> _Problem_: Please transcribe exactly, and only, the lines of the data below between the line holding "readonly d: number;" and the line holding "tw: number): number", inclusive.

> _Listed entries_:
/**
 * How published AISC dimensions become geometry, family by family: flange slopes, root fillet
 * and toe radii. The AISC Shapes Database v15.0 publishes d, bf, tw, tf, kdes (and for angles
 * d, b, t, kdes) but no radii and no slopes, so each family needs a stated rule. Every rule, its
 * source and how well it reproduces the table are written down in docs/catalogue-conventions.md;
 * the rules marked "fitted" were chosen by us from the published values, not published.
 *
 * Units: inches and lb/ft (the database's); slopes are rise over run.
 * Rules (family → convention):
 *   W, WT, HP — parallel flanges, root fillet r = kdes − tf, sharp toes.
 *   M, MT — parallel flanges, r = (kdes − tf)/2: the published kdes of M shapes is the detailing
 *     k (kdes = kdet for all 18), so it does not give the fillet; the factor 1/2 is fitted to
 *     the nominal weights of all M shapes (docs/catalogue-conventions.md).
 *   S, ST, C — inner flange slope 2:12 (16⅔ %, from memory of the AISC Manual Part 1), tf the
 *     average thickness at mid-outstand, r = kdes − flange thickness at the web face, flange toe
 *     radius rt = 0.4·tf (fitted to the published Iy, Sy of S8X18.4, C6X10.5 and C15X50).
 *   MC — the slope varies by section and is not published (AISC Manual Part 1, from memory).
 *     It cannot be inferred from the nominal weight: the area changes by only about 0.7 % per
 *     1:12 of slope (through the root fillet), so the rounding of W and of the dimensions moves
 *     the inferred slope by more than Iy can bear (MC12X31: W gives 1.5:12 and Iy 7.6 % low).
 *     We use 0.06 (about 0.7:12), fitted to the published A, I, S, Z, r of MC12X31, the one MC
 *     with published properties in our reference set. As for M shapes, the published kdes of
 *     every MC equals its detailing kdet, so it bounds the fillet without giving it:
 *     r = (kdes − flange thickness at the web face)/2, the M rule, which brings 37 of the 40 MC
 *     weights within tolerance (kdes − that thickness: 25 of 40); sharp toes. A table's own
 *     "slope" column replaces the slope.
 *   L, 2L — the published kdes of angles is the detailing k (kdes = kdet for every angle), so
 *     root radius r = 3/4·(kdes − t) and toe radius rt = r/2 (the toe half the root, as in
 *     common practice for rolled angles, from memory), the 3/4 fitted to the nominal weights of
 *     all 137 angles (135 within tolerance; (kdes − t)/2 gave 130) and the published properties
 *     of the four subset angles (all within 1.5 % but L4X4X1/2 Iz) — not published;
 *     a double angle takes kdes from the single angle of the same size.
 * Does not guarantee: that a row reproduces its table beyond the rounding of the published
 *   dimensions (3 significant figures) and these rules; the measured agreement and the rows that
 *   cannot be reproduced are in docs/catalogue-conventions.md.
 */

/** Nominal weight per area of steel, lb/ft per in²: 490 lb/ft³ / 144 in²/ft² (AISC Manual, common practice). */
export const STEEL_LBFT_PER_IN2 = 490 / 144;

export type FlangedShape = 'i-shape' | 'channel' | 'tee';

export interface FlangedDims {
  readonly d: number;
  readonly bf: number;
  readonly tw: number;
  readonly tf: number;
  readonly kdes: number;
}

/** Explicit values that replace a rule (a table's own "r", "rt" or "slope" column). */
export interface FlangedGiven {
  readonly slope?: number | undefined;
  readonly r?: number | undefined;
  readonly rt?: number | undefined;
}

export interface FlangedPart {
  readonly shape: FlangedShape;
  readonly params: Record<string, number>;
  readonly slope: number;
  /** How the slope was found: 'parallel', 'standard 2:12', 'from weight', 'as given'. */
  readonly slopeRule: string;
}

const STANDARD_SLOPE = 2 / 12;
/** Families whose published kdes is the detailing k (kdes = kdet for every row): r = (kdes − flange at web)/2. */
export const HALF_FILLET_FAMILIES: ReadonlySet<string> = new Set(['M', 'MT', 'MC']);
/** MC slope, rise over run: fitted to MC12X31 (see the header), not published. */
export const MC_SLOPE = 0.06;

function shapeOf(family: string): FlangedShape {
  if (family === 'C' || family === 'MC') return 'channel';
  return family === 'WT' || family === 'MT' || family === 'ST' ? 'tee' : 'i-shape';
}

function flangeOutstand(shape: FlangedShape, bf: number, tw: number): number {
  // A channel's flange runs from the web to one toe; an I's or a tee's from the web to each toe.
  return shape === 'channel' ? bf - tw : (bf - tw) / 2;
}

/** The part for a given slope, with the root radius and toe radius of the family's rule. */
function partAtSlope(family: string, dims: FlangedDims, slope: number, given: FlangedGiven): Record<string, number> {
  const { d, bf, tw, tf, kdes } = dims;
  const shape = shapeOf(family);
  const atWeb = tf + (slope * flangeOutstand(shape, bf, tw)) / 2;
  const fillet = HALF_FILLET_FAMILIES.has(family) ? (kdes - atWeb) / 2 : kdes - atWeb;
  const r = given.r ?? Math.max(fillet, 0);
  const sloped = family === 'S' || family === 'C' || family === 'ST';
  const rt = given.rt ?? (sloped ? 0.4 * tf : 0);
  return { d, bf, tw, tf, r, ...(slope > 0 ? { slope } : {}), ...(rt > 0 ? { rt } : {}) };
}

/**
 * The part a rolled flanged shape builds from its published dimensions by the family rules
 * above; `given` replaces a rule with a table's own value.
 */
export function flangedPart(family: string, dims: FlangedDims, given: FlangedGiven = {}): FlangedPart {
  const shape = shapeOf(family);
  let slope = 0;
  let slopeRule = 'parallel flanges';
  if (given.slope !== undefined) {
    slope = given.slope;
    slopeRule = 'slope as given';
  } else if (family === 'S' || family === 'C' || family === 'ST') {
    slope = STANDARD_SLOPE;
    slopeRule = 'inner flange slope 2:12';
  } else if (family === 'MC') {
    slope = MC_SLOPE;
    slopeRule = `inner flange slope ${MC_SLOPE} (fitted to MC12X31; the MC slope is not published)`;
  }
  return { shape, params: partAtSlope(family, dims, slope, given), slope, slopeRule };
}

/** Share of kdes − t taken as an angle's root radius (fitted, see the header). */
export const ANGLE_ROOT_SHARE = 0.75;

/** Angle root and toe radii from the published kdes: r = 3/4·(kdes − t), rt = r/2 (see the header). */
export function angleRadii(t: number, kdes: number | undefined): { r: number; rt: number } {
  if (kdes === undefined || !(kdes > t)) return { r: 0, rt: 0 };
  const r = ANGLE_ROOT_SHARE * (kdes - t);
  return { r, rt: r / 2 };
}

> _Result_:
  readonly d: number;
  readonly bf: number;
  readonly tw: number;
  readonly tf: number;
  readonly kdes: number;
}

/** Explicit values that replace a rule (a table's own "r", "rt" or "slope" column). */
export interface FlangedGiven {
  readonly slope?: number | undefined;
  readonly r?: number | undefined;
  readonly rt?: number | undefined;
}

export interface FlangedPart {
  readonly shape: FlangedShape;
  readonly params: Record<string, number>;
  readonly slope: number;
  /** How the slope was found: 'parallel', 'standard 2:12', 'from weight', 'as given'. */
  readonly slopeRule: string;
}

const STANDARD_SLOPE = 2 / 12;
/** Families whose published kdes is the detailing k (kdes = kdet for every row): r = (kdes − flange at web)/2. */
export const HALF_FILLET_FAMILIES: ReadonlySet<string> = new Set(['M', 'MT', 'MC']);
/** MC slope, rise over run: fitted to MC12X31 (see the header), not published. */
export const MC_SLOPE = 0.06;

function shapeOf(family: string): FlangedShape {
  if (family === 'C' || family === 'MC') return 'channel';
  return family === 'WT' || family === 'MT' || family === 'ST' ? 'tee' : 'i-shape';
}

function flangeOutstand(shape: FlangedShape, bf: number, tw: number): number {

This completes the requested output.